Earthcare Gathering

EarthQuaker Issue 100

Radical Worship - Radical Witness

In one of the threshing meetings to start preparing for this gathering, a question was asked along the lines of: Can we identify a distinct Quaker contribution/witness to caring for the Earth?

My considered answer to that is YES. Friends have always held worshipful spaces to which we can bring our whole selves, listening for guidance for spiritually rooted action. There’s a great need for places where we can hold our partial understandings (e.g., of science, society and ecology) alongside our personal needs, gifts, histories, and challenges, in relation to Earthcare. A need for spaces to which we can bring our awareness that just by living in more or less our current way - adaptations and witness notwithstanding - we are contributing to accelerating ecological decline. A need for communities in which we can trust that there is some understanding of the nature and urgency of the eco-crisis where we can uphold and be upheld, challenge lovingly and be challenged, test leadings, and explore together. Where we can let go or mourn when necessary, and also share radical dreams, proposals for action, or experience of witness, and perhaps seed and nurture concrete initiatives.

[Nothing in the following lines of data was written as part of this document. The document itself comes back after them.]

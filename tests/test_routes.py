"""Fabrication routes: multi-level etch masks, fork gratings, SLM images, orientation maps, comparison."""

import io
import math

import numpy as np
import pytest
import shapely

from metalay.design.spec import parse_design
from metalay.errors import DesignError
from metalay.io.gdsread import read_mask
from metalay.io.writer import MAX_GDS_VERTICES
from metalay.routes import _routes_geom as geo
from metalay.routes import routes as R


def make_design(phase, routes=None, *, diameter_um=60.0, name="t-routes", sigma=1, where="<memory>"):
    data = {
        "design": {"name": name, "wavelength_nm": 633.0, "input_spin": sigma, "library": "tio2-nanofin-532"},
        "phase": phase,
        "aperture": {"shape": "circle", "diameter_um": diameter_um},
        "lattice": {"kind": "square", "period_nm": 400.0},
    }
    if routes is not None:
        data["routes"] = routes
    return parse_design(data, where=where)


VORTEX1 = [{"kind": "vortex", "charge": 1}]


# ------------------------------------------------------------------------------------------------ formulas
def test_etch_depths_and_spiral_step_height():
    # Source: Swanson 1989, MIT Lincoln Laboratory TR 854: mask j is etched to lambda / (2^j (n - 1)).
    lam, n = 633.0, 1.457
    d = R.etch_depths_nm(8, lam, n)
    assert d.shape == (3,)
    np.testing.assert_allclose(d, [633 / (2 * 0.457), 633 / (4 * 0.457), 633 / (8 * 0.457)], rtol=1e-12)
    assert d[0] == pytest.approx(692.5602, abs=1e-3)
    # the masks together reach (N - 1) steps of lambda / (N (n - 1))
    assert d.sum() == pytest.approx(7 * R.level_step_nm(8, lam, n), rel=1e-12)
    # Source: Beijersbergen et al. 1994, Opt. Commun. 112, 321: spiral phase plate step height l lambda/(n-1).
    assert R.spiral_step_height_nm(1, lam, n) == pytest.approx(1385.1204, abs=1e-3)
    assert R.spiral_step_height_nm(-3, lam, n) == pytest.approx(3 * 633 / 0.457, rel=1e-12)


def test_multilevel_efficiency_values():
    # Source: Swanson 1989, MIT Lincoln Laboratory TR 854: eta = sinc^2(1/N): 40.5 %, 81.1 %, 95.0 %, 98.7 %.
    expected = {2: 0.4053, 4: 0.8106, 8: 0.9496, 16: 0.9872}
    for n, eta in expected.items():
        assert R.multilevel_efficiency(n) == pytest.approx(eta, abs=1e-4)
    assert R.multilevel_efficiency(2) == pytest.approx(4 / math.pi ** 2, rel=1e-12)


@pytest.mark.parametrize("levels", [2, 4, 8])
def test_etched_plate_field_gives_sinc2_efficiency(levels):
    # Source: Swanson 1989, MIT Lincoln Laboratory TR 854 (first-order efficiency sinc^2(1/N)); the field is
    # built from the etch depths and the index (exp(i 2 pi (n - 1) h / lambda)), so a wrong depth or sign fails.
    d = make_design(VORTEX1, {"etch": {"levels": levels, "index": 1.457}, "compare_samples": 384})
    (row,) = R.compare_routes(d, routes=("etch",))
    assert row.efficiency == pytest.approx(R.multilevel_efficiency(levels), abs=0.01)
    # pure vortex: the quantisation orders have charges 1 + mN, so the purity of charge 1 is sinc^2(1/N) too
    assert row.purity == pytest.approx(R.multilevel_efficiency(levels), abs=0.02)


@pytest.mark.parametrize("levels", [2, 4, 16])
def test_binary_mask_depths_make_every_level(levels):
    # Source: Swanson 1989, MIT Lincoln Laboratory TR 854: k masks of depths lambda/(2^j (n-1)) combine into
    # N = 2^k equal steps; here the relief D - e must imprint 2 pi q / N on level q.
    lam, n = 633.0, 1.457
    q = np.arange(levels)
    phi = 2 * np.pi * (q + 0.5) / levels + 2 * np.pi * np.array([[-3], [0], [5]])  # level centres, other turns
    e = R.etched_depth_nm(phi, levels, lam, n)
    relief_phase = 2 * np.pi * (n - 1) * (R.etch_depths_nm(levels, lam, n).sum() - e) / lam
    np.testing.assert_allclose(np.angle(np.exp(1j * (relief_phase - 2 * np.pi * q / levels))), 0, atol=1e-9)
    assert len(np.unique(np.round(e[1], 6))) == levels  # every level has its own depth


# ------------------------------------------------------------------------------------------------ level regions
def test_level_region_areas_pure_vortex():
    # Common practice (no source): every level of a pure vortex plate covers 1/N of the aperture (equal wedges).
    d = make_design([{"kind": "vortex", "charge": 2}], {"etch": {"levels": 4, "index": 1.457}, "raster_um": 0.25})
    regions, err = R.level_regions(d)
    ap, ap_err = geo.aperture_geometry(d.aperture, tolerance_um=5e-4)
    cores, charges = R._cores(d.terms)
    core_r = float(R._core_radii(charges, 2, 0.25).max())
    assert err < 0.01  # vertices refined onto the exact level set; straight wedge edges
    for reg in regions:
        perimeter = reg.boundary.length
        tol = perimeter * err + math.pi * core_r ** 2 / 4 + perimeter * ap_err
        assert abs(reg.area - ap.area / 4) <= tol, (reg.area, ap.area / 4, tol)
        assert abs(reg.area - ap.area / 4) / ap.area < 2e-3
    # the levels tile the aperture
    assert abs(shapely.union_all(regions).area - ap.area) <= math.pi * core_r ** 2


def test_etch_masks_written_gds(tmp_path):
    d = make_design([{"kind": "vortex", "charge": 2}], {"etch": {"levels": 8, "index": 1.457, "layer": 30},
                                                       "raster_um": 0.25})
    e = R.etch_masks(d)
    paths = R.write_etch(e, tmp_path / "a", d.name)
    paths2 = R.write_etch(R.etch_masks(d), tmp_path / "b", d.name)
    assert [p.read_bytes() for p in paths] == [p.read_bytes() for p in paths2]  # deterministic bytes
    flat = read_mask(paths[0])
    assert sorted(set(flat.layer.tolist())) == [30, 31, 32]
    nv = np.diff(flat.start)
    assert nv.max() <= MAX_GDS_VERTICES and nv.min() >= 3
    ap_area = e.aperture_area_um2
    for j, layer in enumerate([30, 31, 32]):
        polys = [shapely.Polygon(flat.xy_db[flat.start[k]:flat.start[k + 1]] * 1e-3)
                 for k in np.flatnonzero(flat.layer == layer)]
        assert all(p.is_valid for p in polys)
        area = sum(p.area for p in polys)
        # each bit-plane of a pure vortex covers half the aperture; the pieces do not overlap
        assert area == pytest.approx(ap_area / 2, rel=2e-3)
        assert shapely.union_all(polys).area == pytest.approx(area, rel=1e-9)
        assert e.mask_area_um2[j] == pytest.approx(area, rel=1e-9)


def test_etch_split_into_files(tmp_path):
    d = make_design(VORTEX1, {"etch": {"levels": 4, "index": 1.457}, "raster_um": 0.5}, diameter_um=30.0)
    paths = R.write_etch(R.etch_masks(d), tmp_path, d.name, split="files")
    assert [p.name for p in paths] == ["t-routes_etch_mask1.gds", "t-routes_etch_mask2.gds", "t-routes_etch.json"]


def test_gds_pieces_cut_lines_remove_holes_and_limit_vertices():
    # Source: Calma 1987, GDSII Stream Format Manual 6.0: boundaries have no holes and <= 8191 XY points.
    outer = shapely.box(0, 0, 100, 100)
    holed = outer.difference(shapely.box(10, 10, 20, 20)).difference(shapely.Point(60, 60).buffer(10))
    ang = np.linspace(0, 2 * np.pi, 20000, endpoint=False)
    big = shapely.Polygon(np.stack([200 + 50 * np.cos(ang), 50 * np.sin(ang)], axis=1))
    geom = shapely.MultiPolygon([holed, big])
    pieces = geo.gds_pieces(geom, max_vertices=MAX_GDS_VERTICES)
    assert all(len(p.interiors) == 0 for p in pieces)
    assert all(geo.count_vertices(p) <= MAX_GDS_VERTICES for p in pieces)
    union = shapely.union_all(pieces)
    assert union.symmetric_difference(geom).area < 1e-9 * geom.area
    assert sum(p.area for p in pieces) == pytest.approx(geom.area, rel=1e-12)


# ------------------------------------------------------------------------------------------------ fork grating
def _count_crossings(polys, y_um, x_half_um):
    line = shapely.LineString([(-x_half_um, y_um), (x_half_um, y_um)])
    hit = shapely.union_all(polys).intersection(line)
    return len([g for g in shapely.get_parts(hit) if g.length > 0])


@pytest.mark.parametrize("charge,azimuth", [(1, 180.0), (3, 180.0), (-2, 180.0), (2, 0.0)])
def test_fork_extra_lines_equal_charge(tmp_path, charge, azimuth):
    # Common practice (no source): lines crossing a line above the dislocation minus below equals l
    # (carrier towards -x, i.e. the charge-l beam in the +1 order deflected to -x; the sign flips for +x).
    d = make_design([{"kind": "vortex", "charge": charge}],
                    {"fork": {"period_um": 4.0, "azimuth_deg": azimuth}, "raster_um": 0.25}, diameter_um=60.0)
    f = R.fork_grating(d)
    (path, _) = R.write_fork(f, tmp_path, d.name)
    flat = read_mask(path)
    assert set(flat.layer.tolist()) == {20}
    polys = [shapely.Polygon(flat.xy_db[flat.start[k]:flat.start[k + 1]] * 1e-3) for k in range(len(flat.layer))]
    # endpoints at x = +-26 um = +-6.5 periods: on a line or gap centre (carrier phase 13 pi, plus l pi on the
    # left), never near a line edge; y = +-2 um keeps the vortex phase at the ends within 3 * 0.08 rad of that
    x_half = 26.0
    above = _count_crossings(polys, 2.0, x_half)
    below = _count_crossings(polys, -2.0, x_half)
    sign = 1 if azimuth == 180.0 else -1
    assert above - below == sign * charge, (above, below)
    assert f.charge == charge


def test_fork_rules_and_efficiency():
    d = make_design([{"kind": "vortex", "charge": 2}], {"fork": {"period_um": 6.0, "min_line_um": 1.0,
                                                                  "min_gap_um": 1.0}, "raster_um": 0.25,
                                                         "compare_samples": 512})
    f = R.fork_grating(d)
    assert f.rules["nominal_ok"]
    assert f.rules["narrow_lines"]["near_core"] >= 1  # the tines of the fork end in points
    assert f.line_area_um2 / f.aperture_area_um2 == pytest.approx(0.5, abs=0.01)
    # Source: Goodman 2005, Introduction to Fourier Optics, sec. 4.4: binary amplitude grating, 50 % duty,
    # first order |c_1|^2 = 1/pi^2; 0/pi binary phase grating 4/pi^2.
    (row,) = R.compare_routes(d, routes=("fork",))
    assert row.efficiency == pytest.approx(1 / math.pi ** 2, abs=0.004)
    assert row.far_field == pytest.approx(1 / math.pi ** 2, abs=0.01)
    assert row.purity > 0.97
    d2 = make_design([{"kind": "vortex", "charge": 2}], {"fork": {"period_um": 6.0, "kind": "phase", "index": 1.457},
                                                          "raster_um": 0.25, "compare_samples": 512})
    (row2,) = R.compare_routes(d2, routes=("fork",))
    assert row2.efficiency == pytest.approx(4 / math.pi ** 2, abs=0.015)
    f2 = R.fork_grating(d2)
    assert f2.etch_depth_nm == pytest.approx(633 / (2 * 0.457), rel=1e-12)
    narrow = make_design(VORTEX1, {"fork": {"period_um": 1.5, "min_line_um": 1.0}, "raster_um": 0.25},
                         diameter_um=20.0)
    assert not R.fork_grating(narrow).rules["nominal_ok"]
    coarse = make_design(VORTEX1, {"fork": {"period_um": 0.8}, "raster_um": 0.25}, diameter_um=20.0)
    with pytest.raises(DesignError, match=r"routes\.fork\.period_um"):
        R.fork_grating(coarse)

This is something that Quakers are uniquely placed to do. Friends have often been good examples over the years through personal lifestyles, public protests, research, or community or corporate initiatives. I see this gathering as offering great potential to step up the momentum through sharing our experiences and connecting in different ways with Spirit, Earth, other species, and each other.  Exploring and sharing our hopes and visions can be part of the journey towards the future, in changed ways of living and being, and concrete projects engaging with the wider world and society.

I look forward to a time of weaving our diversity to enrich and strengthen all the threads we bring to the gathering. I hope this will further build our awareness of how seeing the Earth and all who dwell here are sacred, and of what that might mean in all our discernments, actions and lives.  I hope we can also enjoy being creative, talking, laughing, playing and – perhaps – singing together, all of which could be rooted in a spirit of worship if we so choose. This would strengthen our resources as we consider particular initiatives and address challenges ahead. It would also help build the radical, spirit-rooted confident Quaker voices needed if we are to share our values and insights more widely. The world could do with more and better listening to leadings of Love and Truth in everyone’s hearts, alongside various examples of how we can live accordingly.